02 gennaio 2024 10:36

La sua ombra aleggia su ogni aspetto della politica internazionale, mentre la sua presenza è sufficiente a influenzare i grandi conflitti del momento, dall’Ucraina alla Striscia di Gaza. Se le cose restassero come sono, questa realtà non farebbe altro che confermarsi nell’anno appena cominciato.

Parlo chiaramente di Donald Trump, di cui oggi nessuno è disposto a escludere un ritorno alla Casa Bianca dopo le elezioni del prossimo 5 novembre. I sondaggi lo danno in vantaggio rispetto al suo probabile avversario democratico, il presidente uscente Joe Biden, e soprattutto vincente nella maggior parte degli swing state, gli stati decisivi per la contesa elettorale.

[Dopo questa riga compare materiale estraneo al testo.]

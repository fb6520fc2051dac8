package transport

import "math"

// Ions crossing the active layer.
//
// A species with a charge z ≠ 0 is an ion. Through the active layer every
// species obeys the solution–diffusion–electromigration form of the
// Nernst–Planck equation with the Goldman constant-field approximation
// (Goldman 1943, J. Gen. Physiol. 27:37; Hodgkin & Katz 1949, J. Physiol.
// 108:37; applied to dense polyamide layers as the SDEM model of
// Yaroshchuk & Bruening 2017, J. Membr. Sci. 523:361 — journal details from
// memory): with u = F(ψ_f − ψ_d)/RT the electric potential drop from the
// feed face to the draw face and w = z·u,
//
//	N = B·[g(w)·c_f − g(−w)·c_d],   g(w) = w/(1 − e^{−w})   (g(0) = 1),
//
// where B = D_m·K/δ folds in the partition coefficient, so c_f and c_d are
// solution concentrations at the faces. With u = 0 it is the classical
// N = B·(c_f − c_d). The potential is set by zero electric current,
//
//	Σ z_i·N_i = 0,
//
// which is strictly increasing in u (each N_i rises with z_i·u), so u is
// unique; with every ion at one B and one resistance, u = 0 exactly (a
// single salt with one B crosses as one solute). Coupled this way a salt
// whose counter-ion is held back crosses slowly, and ions of one sign
// exchange across the membrane (a feed cation entering as a draw cation
// leaves), the bidirectional permeation of electrolytes that Hancock,
// Phillip, Elimelech & Cath (2011, Environ. Sci. Technol. 45:10642)
// describe for FO.
//
// Limits of the model: in the unstirred layers (support, boundary
// layers) each species moves by convection and diffusion alone, with its
// own resistance; the diffusion potential there is not modelled, so ions
// of one side should share one diffusivity (engine/scenario gives every
// ion of a side that side's solution diffusivity), which keeps the
// profiles electroneutral exactly. No fixed membrane charge (Donnan
// exclusion), no dielectric exclusion beyond what B carries, no ion
// pairing in the membrane.

// ghk returns g(w) = w/(1 − e^{−w}) and g′(w).
func ghk(w float64) (g, dg float64) {
	if math.Abs(w) < 1e-3 {
		// g = 1 + w/2 + w²/12 − w⁴/720, g′ = 1/2 + w/6 − w³/180.
		w2 := w * w
		return 1 + w*(0.5+w/12) - w2*w2/720, 0.5 + w/6 - w2*w/180
	}
	d := -math.Expm1(-w) // 1 − e^{−w}
	g = w / d
	if math.IsInf(d, 0) { // w ≪ 0: g → 0
		return 0, 0
	}
	// g′ = (d − w·e^{−w})/d² = (1 − g·e^{−w})/d, with e^{−w} = 1 − d.
	dg = (1 - g*(1-d)) / d
	if !finite(dg) {
		dg = 0
	}
	return g, dg
}

// partials of one species' profile: value and derivatives in Jw, in the
// feed-face coefficient bf = B·g(w) and in the draw-face coefficient
// bd = B·g(−w).
type partials struct {
	n, cf, cd       float64
	nJ, cfJ, cdJ    float64
	nBf, cfBf, cdBf float64
	nBd, cfBd, cdBd float64
}

// profileU is profile with different coefficients at the two faces of
// the active layer, N = bf·c_f − bd·c_d, for j ≥ 0. With the notation of
// profile,
//
//	Vs = p + bf·G + bd·h·p
//	N  = (bf·cF − bd·cD·e·p)/Vs
//	cf = [cF·(1 + bd·h) + bd·G·cD·e]/Vs
//	cd = [cD·e·(p + bf·G) + bf·h·cF]/Vs
//
// (profile is the case bf = bd). Requires bf, bd > 0 or one of them 0.
func profileU(j, bf, bd, cF, cD, rf, rd float64, out *partials) {
	a, b := j*rf, j*rd
	p, e := 1.0, 1.0
	if a != 0 {
		p = expNeg(-a)
	}
	if b != 0 {
		e = expNeg(-b)
	}
	pa, qa := pq(a, p)
	pb, qb := pq(b, e)
	g := rf * pa
	dg := -rf * rf * qa
	h := rd * pb
	dh := -rd * rd * qb
	dp := -rf * p
	de := -rd * e

	vs := p + bf*g + bd*h*p
	iv := 1 / vs
	dvs := dp + bf*dg + bd*(dh*p+h*dp)

	num := bf*cF - bd*cD*e*p
	n := num * iv
	dnum := -bd * cD * (de*p + e*dp)
	out.n = n
	out.nJ = (dnum - n*dvs) * iv
	out.nBf = (cF - n*g) * iv
	out.nBd = -(cD*e + n*h) * p * iv

	xf := cF*(1+bd*h) + bd*g*cD*e
	cf := xf * iv
	out.cf = cf
	out.cfJ = (bd*(cF*dh+cD*(dg*e+g*de)) - cf*dvs) * iv
	out.cfBf = -cf * g * iv
	out.cfBd = (cF*h + g*cD*e - cf*h*p) * iv

	xd := cD*e*(p+bf*g) + bf*h*cF
	cd := xd * iv
	out.cd = cd
	out.cdJ = (cD*(de*(p+bf*g)+e*(dp+bf*dg)) + bf*dh*cF - cd*dvs) * iv
	out.cdBf = (cD*e*g + h*cF - cd*g) * iv
	out.cdBd = -cd * h * p * iv
}

// ionAt evaluates one species with B > 0 at any Jw and face coefficients
// (bf, bd), by mirror symmetry for Jw < 0 (see speciesAt): reversing Jw
// and swapping feed with draw maps the problem onto itself with N → −N,
// the faces exchanged and bf ↔ bd.
func ionAt(j, bf, bd, cF, cD, rf, rd float64, out *partials) {
	if j >= 0 {
		profileU(j, bf, bd, cF, cD, rf, rd, out)
		return
	}
	var m partials
	profileU(-j, bd, bf, cD, cF, rd, rf, &m)
	*out = partials{
		n: -m.n, cf: m.cd, cd: m.cf,
		nJ: m.nJ, cfJ: -m.cdJ, cdJ: -m.cfJ,
		nBf: -m.nBd, cfBf: m.cdBd, cdBf: m.cfBd,
		nBd: -m.nBf, cfBd: m.cdBf, cdBd: m.cfBf,
	}
}

// ionState is one species at (Jw, u): the profile and its derivatives in
// Jw and u.
type ionState struct {
	n, cf, cd    float64
	nJ, cfJ, cdJ float64
	nU, cfU, cdU float64
}

// ionEval fills st for species sp (B > 0) at water flux j and potential u.
func ionEval(sp *speciesState, j, u float64, st *ionState) {
	w := float64(sp.z) * u
	gp, dgp := ghk(w)
	gm, dgm := ghk(-w)
	var p partials
	ionAt(j, sp.bp*gp, sp.bp*gm, sp.cFb, sp.cDb, sp.rf, sp.rd, &p)
	// d(bf)/du = B·z·g′(w), d(bd)/du = −B·z·g′(−w).
	dbf, dbd := sp.bp*float64(sp.z)*dgp, -sp.bp*float64(sp.z)*dgm
	*st = ionState{
		n: p.n, cf: p.cf, cd: p.cd,
		nJ: p.nJ, cfJ: p.cfJ, cdJ: p.cdJ,
		nU: p.nBf*dbf + p.nBd*dbd, cfU: p.cfBf*dbf + p.cfBd*dbd, cdU: p.cdBf*dbf + p.cdBd*dbd,
	}
}

// potential solves Σ z_i N_i(j, u) = 0 for u by safeguarded Newton steps
// from u0 (the last solution: u moves little between evaluations),
// leaving every species' state in s.ion. It returns u and du/dJ.
func (s *solver) potential(j, u0 float64) (u, dudj float64) {
	const maxIt = 100
	cur := func(u float64) (i, di, scale float64) {
		for k := 0; k < s.ns; k++ {
			sp := &s.sp[k]
			if sp.z == 0 || sp.bp == 0 {
				continue
			}
			st := &s.ion[k]
			ionEval(sp, j, u, st)
			z := float64(sp.z)
			i += z * st.n
			di += z * st.nU
			scale += math.Abs(z * st.n)
		}
		return i, di, scale
	}
	lo, hi := math.Inf(-1), math.Inf(1)
	u = u0
	var i, di, scale float64
	at := math.NaN() // where the states were last evaluated
	for it := 0; it < maxIt; it++ {
		i, di, scale = cur(u)
		at = u
		if math.Abs(i) <= 1e-14*scale || scale == 0 {
			break
		}
		if i > 0 {
			hi = u
		} else {
			lo = u
		}
		next := u - i/di
		if !(di > 0) || !finite(next) || !(next > lo && next < hi) {
			switch {
			case math.IsInf(lo, -1):
				next = hi - math.Max(1, 2*math.Abs(hi-u))
			case math.IsInf(hi, 1):
				next = lo + math.Max(1, 2*math.Abs(u-lo))
			default:
				next = 0.5 * (lo + hi)
			}
		}
		if next == u || (!math.IsInf(lo, 0) && !math.IsInf(hi, 0) && hi-lo <= 4*eps*math.Max(1, math.Abs(u))) {
			break
		}
		u = next
	}
	if at != u {
		_, di, _ = cur(u)
	}
	// Neutral species do not depend on u; species with B = 0 take the
	// uncoupled path in eval.
	var iJ float64
	for k := 0; k < s.ns; k++ {
		sp := &s.sp[k]
		switch {
		case sp.bp == 0:
		case sp.z != 0:
			iJ += float64(sp.z) * s.ion[k].nJ
		default:
			ionEval(sp, j, u, &s.ion[k])
		}
	}
	if di > 0 {
		dudj = -iJ / di
	}
	return u, dudj
}

// OneWay returns the two one-way fluxes of species i through the active
// layer at a solution (mol m⁻² s⁻¹, both ≥ 0): toFeed = B·g(−z·u)·c_d
// leaves the draw face, toDraw = B·g(z·u)·c_f leaves the feed face; the
// net flux N_i is toDraw − toFeed. The gross loss of a draw species is its
// toFeed.
func OneWay(in *Input, r *Result, i int) (toFeed, toDraw float64) {
	sp, sr := &in.Species[i], &r.Species[i]
	w := float64(sp.Charge) * r.Potential
	gp, _ := ghk(w)
	gm, _ := ghk(-w)
	return sp.BMPerS * gm * sr.DrawFaceMolPerM3, sp.BMPerS * gp * sr.FeedFaceMolPerM3
}
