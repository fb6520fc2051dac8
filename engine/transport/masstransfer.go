package transport

import (
	"fmt"
	"math"

	"drawsift/engine/warn"
)

// Channel is a rectangular crossflow channel on the faces of the membrane.
type Channel struct {
	HeightM, WidthM, LengthM float64
	VelocityMPerS            float64 // mean crossflow velocity
	// FeedVelocityMPerS, when positive, is the feed side's own velocity
	// (see Side); MassTransferCoefficient itself uses VelocityMPerS.
	FeedVelocityMPerS float64
	Spacer            bool // spacer-filled (mesh) channel
}

// Side returns the channel as one side of the membrane sees it: the feed
// side runs at FeedVelocityMPerS when that is set.
func (c Channel) Side(feed bool) Channel {
	if feed && c.FeedVelocityMPerS > 0 {
		c.VelocityMPerS = c.FeedVelocityMPerS
	}
	c.FeedVelocityMPerS = 0
	return c
}

// Fluid holds the solution properties that enter the Sherwood correlations.
type Fluid struct {
	DensityKgPerM3    float64
	ViscosityPaS      float64
	DiffusivityM2PerS float64 // of the solute that polarizes
}

// MassTransfer is the boundary-layer mass-transfer coefficient with the
// dimensionless groups behind it.
type MassTransfer struct {
	KMPerS             float64
	Re, Sc, Sh         float64
	HydraulicDiameterM float64
	Regime             string // "laminar", "transitional", "turbulent" or "spacer-filled"
	Correlation        string // formula and source
	Warnings           []warn.Warning
}

// Regime boundaries for flow in channels (common practice).
const (
	reLaminarMax     = 2100
	reTurbulentMin   = 4000
	laminarCorr      = "Sh = 1.85·(Re·Sc·d_h/L)^(1/3) (McCutcheon & Elimelech 2006; from memory, unverified)"
	turbulentCorr    = "Sh = 0.04·Re^0.75·Sc^0.33 (McCutcheon & Elimelech 2006; from memory, unverified)"
	spacerCorr       = "Sh = 0.065·Re^0.875·Sc^0.25 (Schock & Miquel 1987; from memory, unverified)"
	warnBorderline   = "laminar/turbulent borderline: Re between 2100 and 4000, laminar correlation used"
	warnUnverified   = "Sherwood correlation quoted from memory, not checked against the paper: enter k directly when it is known"
	maxChannelDimM   = 10   // m
	maxVelocityMPerS = 100  // m/s
	maxDensity       = 1e4  // kg/m³
	maxViscosityPaS  = 10.0 // Pa·s
)

// unverifiedOnly is the note every correlation's result carries, shared
// by the results that carry no other (no allocation per solve).
var unverifiedOnly = []warn.Warning{{Code: warn.Unverified, Text: warnUnverified}}

// MassTransferCoefficient returns the mass-transfer coefficient k of the
// concentration boundary layer in a crossflow channel:
//
//	d_h = 2·h·w/(h + w)            (hydraulic diameter of a rectangle)
//	Re = ρ·u·d_h/μ,  Sc = μ/(ρ·D),  k = Sh·D/d_h
//
// with Sh from, by regime,
//
//	laminar (Re < 2100):       Sh = 1.85·(Re·Sc·d_h/L)^(1/3)
//	                           (McCutcheon & Elimelech 2006, J. Membr. Sci. 284:237)
//	turbulent (Re > 4000):     Sh = 0.04·Re^0.75·Sc^0.33 (same source)
//	2100 ≤ Re ≤ 4000:          the laminar form, with the warning
//	                           "laminar/turbulent borderline"
//	spacer-filled (any Re):    Sh = 0.065·Re^0.875·Sc^0.25
//	                           (Schock & Miquel 1987, Desalination 64:339)
//
// All three correlations are quoted from memory and unverified; every result
// carries a warning saying so, and callers should prefer a measured k.
//
// Special cases are: any dimension, the velocity, the density, the
// viscosity or the diffusivity ≤ 0, non-finite or absurdly large returns an
// *errs.InputError naming the field ("channel.height_m", "channel.width_m",
// "channel.length_m", "channel.velocity_m_per_s", "fluid.density_kg_per_m3",
// "fluid.viscosity_pa_s", "fluid.diffusivity_m2_per_s").
func MassTransferCoefficient(ch Channel, f Fluid) (MassTransfer, error) {
	type check struct {
		field string
		v     float64
		lo    float64
		hi    float64
	}
	for _, c := range []check{
		{"channel.height_m", ch.HeightM, 0, maxChannelDimM},
		{"channel.width_m", ch.WidthM, 0, maxChannelDimM},
		{"channel.length_m", ch.LengthM, 0, maxChannelDimM * 100},
		{"channel.velocity_m_per_s", ch.VelocityMPerS, 0, maxVelocityMPerS},
		{"fluid.density_kg_per_m3", f.DensityKgPerM3, 0, maxDensity},
		{"fluid.viscosity_pa_s", f.ViscosityPaS, 0, maxViscosityPaS},
		{"fluid.diffusivity_m2_per_s", f.DiffusivityM2PerS, 0, maxDM2PerS},
	} {
		if !(c.v > c.lo && c.v <= c.hi) {
			return MassTransfer{}, inErr(c.field, c.v, fmt.Sprintf("> %g and ≤ %g", c.lo, c.hi))
		}
	}
	dh := 2 * ch.HeightM * ch.WidthM / (ch.HeightM + ch.WidthM)
	re := f.DensityKgPerM3 * ch.VelocityMPerS * dh / f.ViscosityPaS
	sc := f.ViscosityPaS / (f.DensityKgPerM3 * f.DiffusivityM2PerS)
	mt := MassTransfer{Re: re, Sc: sc, HydraulicDiameterM: dh}
	switch {
	case ch.Spacer:
		mt.Regime, mt.Correlation = "spacer-filled", spacerCorr
		mt.Sh = 0.065 * math.Pow(re, 0.875) * math.Pow(sc, 0.25)
	case re > reTurbulentMin:
		mt.Regime, mt.Correlation = "turbulent", turbulentCorr
		mt.Sh = 0.04 * math.Pow(re, 0.75) * math.Pow(sc, 0.33)
	default:
		mt.Regime, mt.Correlation = "laminar", laminarCorr
		if re >= reLaminarMax {
			mt.Regime = "transitional"
			mt.Warnings = append(mt.Warnings, warn.New(warn.FlowRegime, "", "%s (Re = %.0f)", warnBorderline, re))
		}
		mt.Sh = 1.85 * math.Cbrt(re*sc*dh/ch.LengthM)
	}
	if mt.Warnings == nil {
		mt.Warnings = unverifiedOnly[:1:1] // shared, full: an append copies
	} else {
		mt.Warnings = append(mt.Warnings, unverifiedOnly[0])
	}
	mt.KMPerS = mt.Sh * f.DiffusivityM2PerS / dh
	return mt, nil
}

Per il momento Trump non è ancora il candidato ufficiale del partito repubblicano (dovrà passare dalle primarie che partiranno il 15 gennaio in Iowa), ma sembra avere un vantaggio rassicurante sui rivali, anche se l’ex ambasciatrice alle Nazioni Unite Nikki Haley sta diventando una candidata sempre più credibile.

Trump appare inossidabile malgrado i processi a ripetizione, a cominciare dai due stati che lo hanno dichiarato incandidabile a causa del suo ruolo in un atto sovversivo del 2021. Questa invulnerabilità preoccupa tutto il mondo.

Stile imprevedibile

Trump è stato presidente per quattro anni, e se dovesse tornare al timone degli Stati Uniti sarà sicuramente animato da una volontà di rivalsa. L’ex presidente ha un programma ultraconservatore, ancora ispirato allo slogan “l’America prima di tutto”. Le sue recenti uscite razziste sugli immigranti che a suo dire inquinerebbero “il sangue americano” non sono affatto rassicuranti.

Ma a terrorizzare più di ogni altra cosa il resto mondo, a cominciare dagli alleati degli Stati Uniti, sono la sua visione dei rapporti internazionali e il suo stile imprevedibile. L’elezione di Biden ha avuto il merito di ravvivare le alleanze di Washington, in Europa con la Nato (che Trump voleva abbandonare) e in Asia con la Corea del Sud e il Giappone, il tutto fornendo rassicurazioni a Taiwan davanti alle ambizioni cinesi.

La politica estera 2.0 di Trump rischia di demolire quattro anni di presidenza Biden: passi indietro su tutti gli impegni sul clima, disprezzo per alcuni alleati di peso, diplomazia transazionale e riavvicinamento agli autocrati, esattamente come avvenuto durante il primo mandato.

Quali conseguenze avrebbe il ritorno di Trump per i conflitti in corso? Evidentemente Vladimir Putin scommette sulla vittoria di Trump per trionfare in Ucraina. Il sostegno nei confronti Kiev è già reso difficile dai repubblicani al congresso e ci sono tutti i presupposti per prevederne un’interruzione nel caso di un’alternanza a Washington.

Anche il primo ministro israeliano Benjamin Netanyahu, sempre che riesca a conservare il potere fino a novembre, preferirebbe rapportarsi con Donald Trump piuttosto che con Biden, che continua a parlare della soluzione dei due stati.

Gli europei, che hanno tutto da perdere, farebbero bene a svegliarsi davanti al rischio di una vittoria di Trump. Le conseguenze sull’Ucraina, sulla Nato e sui rapporti economici sarebbero infatti enormi. La posta in gioco è quasi esistenziale.

Con Trump nuovamente alla Casa Bianca l’autonomia strategica dell’Europa, finora poco più che uno slogan, diventerebbe una necessità. Davvero il vecchio continente ha le capacità e soprattutto la volontà politica per percorrere questa strada? Bisognerà trovare una risposta a questa domanda prima del prossimo 5 novembre.